DATA IN THIS EXERCISE Start Marker

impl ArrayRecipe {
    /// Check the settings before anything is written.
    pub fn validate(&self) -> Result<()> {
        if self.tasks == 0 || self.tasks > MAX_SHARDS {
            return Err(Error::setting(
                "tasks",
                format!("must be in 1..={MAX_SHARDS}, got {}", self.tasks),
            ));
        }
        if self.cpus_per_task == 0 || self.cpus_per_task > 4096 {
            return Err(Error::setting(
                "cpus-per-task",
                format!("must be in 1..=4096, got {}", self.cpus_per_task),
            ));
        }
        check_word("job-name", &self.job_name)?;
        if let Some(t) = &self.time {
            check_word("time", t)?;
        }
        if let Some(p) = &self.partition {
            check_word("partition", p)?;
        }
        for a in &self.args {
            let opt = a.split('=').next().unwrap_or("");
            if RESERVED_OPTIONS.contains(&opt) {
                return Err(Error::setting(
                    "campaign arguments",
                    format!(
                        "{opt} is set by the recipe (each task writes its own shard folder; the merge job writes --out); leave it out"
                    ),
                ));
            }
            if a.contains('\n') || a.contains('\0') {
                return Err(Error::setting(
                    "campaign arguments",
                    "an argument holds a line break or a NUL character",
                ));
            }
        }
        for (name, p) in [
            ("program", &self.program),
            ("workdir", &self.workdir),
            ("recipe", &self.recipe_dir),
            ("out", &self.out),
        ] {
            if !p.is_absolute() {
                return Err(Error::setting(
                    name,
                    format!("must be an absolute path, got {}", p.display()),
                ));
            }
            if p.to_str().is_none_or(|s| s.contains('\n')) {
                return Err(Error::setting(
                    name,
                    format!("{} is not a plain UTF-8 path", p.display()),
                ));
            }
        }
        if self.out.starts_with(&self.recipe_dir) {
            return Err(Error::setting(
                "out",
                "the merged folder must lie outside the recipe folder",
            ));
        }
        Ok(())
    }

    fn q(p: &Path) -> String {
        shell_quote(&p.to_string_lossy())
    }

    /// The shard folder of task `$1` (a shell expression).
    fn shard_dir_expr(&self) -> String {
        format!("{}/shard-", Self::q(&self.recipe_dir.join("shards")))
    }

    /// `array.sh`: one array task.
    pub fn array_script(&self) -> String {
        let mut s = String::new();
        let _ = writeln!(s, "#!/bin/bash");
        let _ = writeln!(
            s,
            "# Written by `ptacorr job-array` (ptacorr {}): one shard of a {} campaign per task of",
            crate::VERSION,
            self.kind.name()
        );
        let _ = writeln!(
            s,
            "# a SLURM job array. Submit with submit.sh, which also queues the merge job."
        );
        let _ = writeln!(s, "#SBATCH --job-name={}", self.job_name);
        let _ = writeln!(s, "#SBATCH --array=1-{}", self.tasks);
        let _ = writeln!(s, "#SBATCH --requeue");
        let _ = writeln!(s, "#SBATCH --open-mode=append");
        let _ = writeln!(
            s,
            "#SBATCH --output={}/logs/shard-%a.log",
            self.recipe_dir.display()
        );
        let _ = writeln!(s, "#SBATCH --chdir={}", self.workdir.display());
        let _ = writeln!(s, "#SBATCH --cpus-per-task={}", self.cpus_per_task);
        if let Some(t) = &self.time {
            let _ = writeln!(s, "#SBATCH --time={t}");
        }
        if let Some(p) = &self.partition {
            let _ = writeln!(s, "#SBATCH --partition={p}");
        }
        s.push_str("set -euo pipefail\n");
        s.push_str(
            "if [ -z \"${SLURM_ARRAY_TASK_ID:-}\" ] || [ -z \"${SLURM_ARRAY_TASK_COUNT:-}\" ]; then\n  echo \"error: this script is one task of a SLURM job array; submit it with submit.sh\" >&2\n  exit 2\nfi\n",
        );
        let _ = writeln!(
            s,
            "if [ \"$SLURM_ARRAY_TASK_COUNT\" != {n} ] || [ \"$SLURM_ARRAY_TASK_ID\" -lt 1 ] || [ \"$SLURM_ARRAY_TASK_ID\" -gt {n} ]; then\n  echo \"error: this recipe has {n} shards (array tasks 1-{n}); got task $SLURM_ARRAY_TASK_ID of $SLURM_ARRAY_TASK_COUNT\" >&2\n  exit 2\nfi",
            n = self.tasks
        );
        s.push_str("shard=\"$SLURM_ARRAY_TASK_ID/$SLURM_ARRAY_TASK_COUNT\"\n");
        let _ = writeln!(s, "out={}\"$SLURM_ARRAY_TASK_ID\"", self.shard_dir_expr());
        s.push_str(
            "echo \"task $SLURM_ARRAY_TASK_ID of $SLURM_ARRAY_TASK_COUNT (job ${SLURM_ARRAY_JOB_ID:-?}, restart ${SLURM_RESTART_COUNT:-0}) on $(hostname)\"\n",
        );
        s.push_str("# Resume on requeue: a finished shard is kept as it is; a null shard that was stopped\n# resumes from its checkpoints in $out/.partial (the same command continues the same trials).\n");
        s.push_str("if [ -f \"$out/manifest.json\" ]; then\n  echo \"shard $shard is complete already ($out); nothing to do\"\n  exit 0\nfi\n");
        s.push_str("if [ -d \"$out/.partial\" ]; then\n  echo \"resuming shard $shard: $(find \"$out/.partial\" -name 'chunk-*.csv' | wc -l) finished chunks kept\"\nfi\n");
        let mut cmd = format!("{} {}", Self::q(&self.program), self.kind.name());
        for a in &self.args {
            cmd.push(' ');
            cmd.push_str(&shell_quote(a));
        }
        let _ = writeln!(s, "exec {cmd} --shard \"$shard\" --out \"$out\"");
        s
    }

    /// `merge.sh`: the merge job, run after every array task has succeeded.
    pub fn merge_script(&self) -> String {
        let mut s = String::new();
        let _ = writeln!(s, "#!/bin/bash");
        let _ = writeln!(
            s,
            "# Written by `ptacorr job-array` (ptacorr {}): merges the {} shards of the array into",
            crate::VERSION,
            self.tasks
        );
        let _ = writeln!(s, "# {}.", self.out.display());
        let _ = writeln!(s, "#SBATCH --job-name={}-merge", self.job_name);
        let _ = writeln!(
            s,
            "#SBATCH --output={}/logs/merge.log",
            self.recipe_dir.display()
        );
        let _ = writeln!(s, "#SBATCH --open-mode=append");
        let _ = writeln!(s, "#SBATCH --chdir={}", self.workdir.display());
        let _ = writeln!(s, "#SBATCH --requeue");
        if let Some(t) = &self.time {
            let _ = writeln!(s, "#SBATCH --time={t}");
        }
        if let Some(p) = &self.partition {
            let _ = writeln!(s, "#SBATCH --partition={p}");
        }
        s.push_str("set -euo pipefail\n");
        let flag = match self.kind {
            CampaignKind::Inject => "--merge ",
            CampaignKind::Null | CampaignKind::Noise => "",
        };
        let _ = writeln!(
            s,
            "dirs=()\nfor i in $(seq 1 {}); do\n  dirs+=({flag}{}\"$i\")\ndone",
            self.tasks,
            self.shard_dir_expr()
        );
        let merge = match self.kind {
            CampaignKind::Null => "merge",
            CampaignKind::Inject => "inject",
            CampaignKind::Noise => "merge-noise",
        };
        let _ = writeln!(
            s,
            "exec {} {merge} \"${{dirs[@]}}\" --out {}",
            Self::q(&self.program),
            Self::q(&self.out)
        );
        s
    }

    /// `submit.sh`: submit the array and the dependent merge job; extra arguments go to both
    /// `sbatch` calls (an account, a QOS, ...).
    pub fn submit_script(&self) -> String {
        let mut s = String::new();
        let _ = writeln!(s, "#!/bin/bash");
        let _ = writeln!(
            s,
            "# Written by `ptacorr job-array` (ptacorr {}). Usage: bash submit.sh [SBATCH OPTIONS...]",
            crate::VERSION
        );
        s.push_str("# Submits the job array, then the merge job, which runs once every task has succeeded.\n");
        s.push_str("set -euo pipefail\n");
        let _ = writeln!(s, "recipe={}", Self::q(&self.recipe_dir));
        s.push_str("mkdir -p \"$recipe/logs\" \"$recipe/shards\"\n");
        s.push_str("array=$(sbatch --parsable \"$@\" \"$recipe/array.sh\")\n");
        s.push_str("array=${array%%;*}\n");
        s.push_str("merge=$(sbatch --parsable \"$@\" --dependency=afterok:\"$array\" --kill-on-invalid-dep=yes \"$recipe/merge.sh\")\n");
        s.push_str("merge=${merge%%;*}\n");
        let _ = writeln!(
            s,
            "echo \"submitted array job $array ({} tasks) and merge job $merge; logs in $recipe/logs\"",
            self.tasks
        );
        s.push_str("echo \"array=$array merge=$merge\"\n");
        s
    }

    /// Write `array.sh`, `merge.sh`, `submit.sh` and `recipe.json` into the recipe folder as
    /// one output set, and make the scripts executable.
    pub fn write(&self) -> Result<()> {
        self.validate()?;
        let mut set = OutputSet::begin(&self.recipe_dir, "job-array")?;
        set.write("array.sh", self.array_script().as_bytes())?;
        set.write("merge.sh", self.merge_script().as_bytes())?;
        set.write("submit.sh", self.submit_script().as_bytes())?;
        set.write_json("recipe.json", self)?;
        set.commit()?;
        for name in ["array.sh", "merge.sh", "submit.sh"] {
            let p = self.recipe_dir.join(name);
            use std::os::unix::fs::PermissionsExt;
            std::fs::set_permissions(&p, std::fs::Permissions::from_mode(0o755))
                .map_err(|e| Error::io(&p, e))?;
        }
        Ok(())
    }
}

DATA IN THIS EXERCISE End Marker
DATA IN THIS EXERCISE Start Marker

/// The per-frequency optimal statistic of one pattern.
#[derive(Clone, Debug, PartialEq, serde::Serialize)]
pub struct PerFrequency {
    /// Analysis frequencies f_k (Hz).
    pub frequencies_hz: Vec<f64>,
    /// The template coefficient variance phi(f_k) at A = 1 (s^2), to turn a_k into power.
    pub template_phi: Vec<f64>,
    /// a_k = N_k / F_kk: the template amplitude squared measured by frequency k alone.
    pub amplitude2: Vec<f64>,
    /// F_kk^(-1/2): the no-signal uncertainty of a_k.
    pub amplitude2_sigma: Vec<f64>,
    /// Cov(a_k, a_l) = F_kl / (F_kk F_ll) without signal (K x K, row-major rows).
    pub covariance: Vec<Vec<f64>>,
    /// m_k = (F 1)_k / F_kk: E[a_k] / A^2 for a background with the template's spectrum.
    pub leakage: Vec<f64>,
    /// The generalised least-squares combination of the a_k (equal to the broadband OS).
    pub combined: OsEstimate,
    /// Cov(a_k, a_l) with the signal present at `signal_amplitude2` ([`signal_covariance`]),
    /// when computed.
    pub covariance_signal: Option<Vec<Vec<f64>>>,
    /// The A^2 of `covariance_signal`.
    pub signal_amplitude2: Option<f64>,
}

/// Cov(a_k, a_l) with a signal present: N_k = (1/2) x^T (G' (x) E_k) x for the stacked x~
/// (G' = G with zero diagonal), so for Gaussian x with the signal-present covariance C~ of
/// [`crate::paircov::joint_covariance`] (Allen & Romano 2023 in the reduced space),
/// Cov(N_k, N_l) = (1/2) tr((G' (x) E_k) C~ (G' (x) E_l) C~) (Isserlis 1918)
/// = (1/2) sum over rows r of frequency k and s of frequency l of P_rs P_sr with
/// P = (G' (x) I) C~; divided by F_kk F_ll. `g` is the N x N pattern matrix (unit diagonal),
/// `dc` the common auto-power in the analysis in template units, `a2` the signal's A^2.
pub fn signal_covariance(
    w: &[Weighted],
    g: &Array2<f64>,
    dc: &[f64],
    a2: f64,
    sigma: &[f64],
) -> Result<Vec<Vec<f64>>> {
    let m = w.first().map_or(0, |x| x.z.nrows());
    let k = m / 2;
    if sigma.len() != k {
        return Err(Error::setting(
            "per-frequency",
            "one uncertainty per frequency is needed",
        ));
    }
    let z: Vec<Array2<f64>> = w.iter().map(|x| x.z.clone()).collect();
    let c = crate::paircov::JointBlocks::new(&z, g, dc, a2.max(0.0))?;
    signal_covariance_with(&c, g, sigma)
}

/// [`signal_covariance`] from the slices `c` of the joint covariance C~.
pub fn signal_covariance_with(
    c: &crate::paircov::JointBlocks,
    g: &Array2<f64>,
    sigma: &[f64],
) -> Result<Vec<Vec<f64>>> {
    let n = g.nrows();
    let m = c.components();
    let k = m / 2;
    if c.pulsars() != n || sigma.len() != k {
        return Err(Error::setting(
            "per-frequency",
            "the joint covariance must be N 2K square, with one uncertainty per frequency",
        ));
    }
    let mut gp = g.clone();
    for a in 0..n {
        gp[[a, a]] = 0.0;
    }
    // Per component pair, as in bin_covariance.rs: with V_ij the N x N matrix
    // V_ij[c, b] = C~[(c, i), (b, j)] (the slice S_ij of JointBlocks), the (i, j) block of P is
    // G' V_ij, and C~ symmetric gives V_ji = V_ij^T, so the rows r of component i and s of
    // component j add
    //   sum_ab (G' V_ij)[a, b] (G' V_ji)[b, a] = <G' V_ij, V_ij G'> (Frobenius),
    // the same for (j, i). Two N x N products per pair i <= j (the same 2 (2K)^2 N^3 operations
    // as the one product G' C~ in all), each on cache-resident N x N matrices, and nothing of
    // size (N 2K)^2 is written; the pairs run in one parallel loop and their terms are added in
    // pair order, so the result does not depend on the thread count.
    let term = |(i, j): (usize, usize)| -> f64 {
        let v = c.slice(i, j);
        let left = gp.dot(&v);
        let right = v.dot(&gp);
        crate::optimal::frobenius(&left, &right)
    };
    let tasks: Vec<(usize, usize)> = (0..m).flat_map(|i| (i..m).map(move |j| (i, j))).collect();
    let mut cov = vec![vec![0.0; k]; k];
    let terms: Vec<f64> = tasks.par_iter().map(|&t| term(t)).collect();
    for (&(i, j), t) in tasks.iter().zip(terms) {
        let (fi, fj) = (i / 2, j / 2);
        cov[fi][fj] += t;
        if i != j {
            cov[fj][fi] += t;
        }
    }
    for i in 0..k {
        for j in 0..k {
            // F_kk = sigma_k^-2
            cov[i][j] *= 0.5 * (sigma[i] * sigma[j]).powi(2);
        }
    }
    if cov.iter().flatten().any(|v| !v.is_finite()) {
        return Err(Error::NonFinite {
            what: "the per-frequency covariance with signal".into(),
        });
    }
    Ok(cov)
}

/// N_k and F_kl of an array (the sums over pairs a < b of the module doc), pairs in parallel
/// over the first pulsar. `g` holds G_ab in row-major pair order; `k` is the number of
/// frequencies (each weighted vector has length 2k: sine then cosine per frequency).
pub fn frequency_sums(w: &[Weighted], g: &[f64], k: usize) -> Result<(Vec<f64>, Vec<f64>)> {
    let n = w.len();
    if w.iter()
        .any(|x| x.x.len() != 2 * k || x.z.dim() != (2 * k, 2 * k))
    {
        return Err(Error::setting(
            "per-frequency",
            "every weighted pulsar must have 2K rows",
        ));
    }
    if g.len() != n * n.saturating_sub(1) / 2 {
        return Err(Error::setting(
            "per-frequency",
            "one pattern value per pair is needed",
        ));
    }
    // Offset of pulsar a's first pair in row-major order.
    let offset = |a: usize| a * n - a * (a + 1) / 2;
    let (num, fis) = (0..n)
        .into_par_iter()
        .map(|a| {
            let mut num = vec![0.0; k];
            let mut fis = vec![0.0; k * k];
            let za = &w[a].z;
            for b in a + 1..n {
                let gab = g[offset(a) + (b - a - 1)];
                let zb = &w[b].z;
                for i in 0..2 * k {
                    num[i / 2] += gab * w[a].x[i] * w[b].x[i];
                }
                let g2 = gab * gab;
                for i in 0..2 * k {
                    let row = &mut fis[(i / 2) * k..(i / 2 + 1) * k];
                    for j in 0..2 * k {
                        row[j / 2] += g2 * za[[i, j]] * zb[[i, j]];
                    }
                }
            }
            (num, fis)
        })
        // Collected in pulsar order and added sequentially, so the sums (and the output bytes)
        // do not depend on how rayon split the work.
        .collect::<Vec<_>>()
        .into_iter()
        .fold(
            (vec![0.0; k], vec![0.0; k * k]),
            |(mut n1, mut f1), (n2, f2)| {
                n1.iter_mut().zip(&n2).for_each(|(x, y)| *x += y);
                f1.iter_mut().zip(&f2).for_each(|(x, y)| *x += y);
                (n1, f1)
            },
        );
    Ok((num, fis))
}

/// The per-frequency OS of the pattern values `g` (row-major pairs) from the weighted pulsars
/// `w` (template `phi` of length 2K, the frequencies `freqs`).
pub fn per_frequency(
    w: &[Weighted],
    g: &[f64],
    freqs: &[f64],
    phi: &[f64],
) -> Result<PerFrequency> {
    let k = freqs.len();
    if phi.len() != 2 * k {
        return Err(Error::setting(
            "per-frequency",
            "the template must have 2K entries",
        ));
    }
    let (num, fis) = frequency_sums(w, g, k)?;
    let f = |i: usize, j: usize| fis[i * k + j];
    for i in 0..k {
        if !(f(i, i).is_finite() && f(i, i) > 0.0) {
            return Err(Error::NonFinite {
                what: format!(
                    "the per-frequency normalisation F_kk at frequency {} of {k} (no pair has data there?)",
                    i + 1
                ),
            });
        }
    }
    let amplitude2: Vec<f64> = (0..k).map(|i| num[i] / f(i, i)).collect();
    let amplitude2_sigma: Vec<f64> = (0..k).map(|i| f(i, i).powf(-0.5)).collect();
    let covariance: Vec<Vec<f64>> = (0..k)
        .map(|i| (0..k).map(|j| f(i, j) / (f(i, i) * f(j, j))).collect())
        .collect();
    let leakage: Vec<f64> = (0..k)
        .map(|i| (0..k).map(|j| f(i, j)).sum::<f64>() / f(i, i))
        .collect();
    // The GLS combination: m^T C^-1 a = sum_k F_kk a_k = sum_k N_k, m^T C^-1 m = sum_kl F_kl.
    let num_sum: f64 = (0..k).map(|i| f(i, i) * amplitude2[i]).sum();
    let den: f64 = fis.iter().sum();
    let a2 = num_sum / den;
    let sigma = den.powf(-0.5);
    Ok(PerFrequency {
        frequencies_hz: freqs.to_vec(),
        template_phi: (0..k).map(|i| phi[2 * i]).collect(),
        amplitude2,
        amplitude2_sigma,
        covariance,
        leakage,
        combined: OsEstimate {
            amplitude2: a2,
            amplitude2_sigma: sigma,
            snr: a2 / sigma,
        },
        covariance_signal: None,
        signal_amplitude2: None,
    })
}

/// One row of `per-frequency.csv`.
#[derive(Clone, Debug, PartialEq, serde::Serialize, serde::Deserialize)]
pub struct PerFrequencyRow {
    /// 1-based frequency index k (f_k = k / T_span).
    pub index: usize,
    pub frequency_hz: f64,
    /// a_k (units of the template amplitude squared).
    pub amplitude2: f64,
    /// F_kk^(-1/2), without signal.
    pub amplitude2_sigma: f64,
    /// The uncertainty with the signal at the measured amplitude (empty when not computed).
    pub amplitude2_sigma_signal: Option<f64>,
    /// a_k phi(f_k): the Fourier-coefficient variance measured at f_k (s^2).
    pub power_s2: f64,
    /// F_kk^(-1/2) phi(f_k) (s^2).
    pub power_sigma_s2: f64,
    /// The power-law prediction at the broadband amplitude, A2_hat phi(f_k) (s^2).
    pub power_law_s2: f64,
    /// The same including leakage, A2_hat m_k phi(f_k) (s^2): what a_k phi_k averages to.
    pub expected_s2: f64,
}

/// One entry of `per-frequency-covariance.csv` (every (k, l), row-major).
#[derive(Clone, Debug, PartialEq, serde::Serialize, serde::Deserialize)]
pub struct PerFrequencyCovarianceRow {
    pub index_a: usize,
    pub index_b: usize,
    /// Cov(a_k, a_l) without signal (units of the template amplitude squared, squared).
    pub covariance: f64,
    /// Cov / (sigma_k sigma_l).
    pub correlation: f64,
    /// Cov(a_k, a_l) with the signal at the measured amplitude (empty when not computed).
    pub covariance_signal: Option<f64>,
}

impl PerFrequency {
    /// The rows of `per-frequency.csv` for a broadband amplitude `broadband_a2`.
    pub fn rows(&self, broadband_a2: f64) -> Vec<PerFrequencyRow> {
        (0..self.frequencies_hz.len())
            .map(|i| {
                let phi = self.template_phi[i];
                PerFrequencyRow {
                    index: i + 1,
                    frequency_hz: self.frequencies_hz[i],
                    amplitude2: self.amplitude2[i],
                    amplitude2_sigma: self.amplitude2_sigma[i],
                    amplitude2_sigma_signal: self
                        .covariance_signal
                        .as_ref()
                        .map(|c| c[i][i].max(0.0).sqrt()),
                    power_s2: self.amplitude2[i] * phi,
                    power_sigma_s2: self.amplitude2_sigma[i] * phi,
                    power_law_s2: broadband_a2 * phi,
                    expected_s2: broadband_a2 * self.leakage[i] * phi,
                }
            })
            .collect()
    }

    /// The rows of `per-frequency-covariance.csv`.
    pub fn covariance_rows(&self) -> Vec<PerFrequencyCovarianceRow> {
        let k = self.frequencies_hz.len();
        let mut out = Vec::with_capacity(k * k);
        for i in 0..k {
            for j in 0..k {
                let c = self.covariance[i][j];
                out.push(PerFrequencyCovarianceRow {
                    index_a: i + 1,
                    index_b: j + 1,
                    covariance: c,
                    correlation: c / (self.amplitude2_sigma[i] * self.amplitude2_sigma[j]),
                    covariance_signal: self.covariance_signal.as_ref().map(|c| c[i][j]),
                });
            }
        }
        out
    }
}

DATA IN THIS EXERCISE End Marker

> **TASK PROMPT**: Copy out all lines of the material above in which "NonFinite" occurs.

> **SOLVED EXERCISE**:
        return Err(Error::NonFinite {
            return Err(Error::NonFinite {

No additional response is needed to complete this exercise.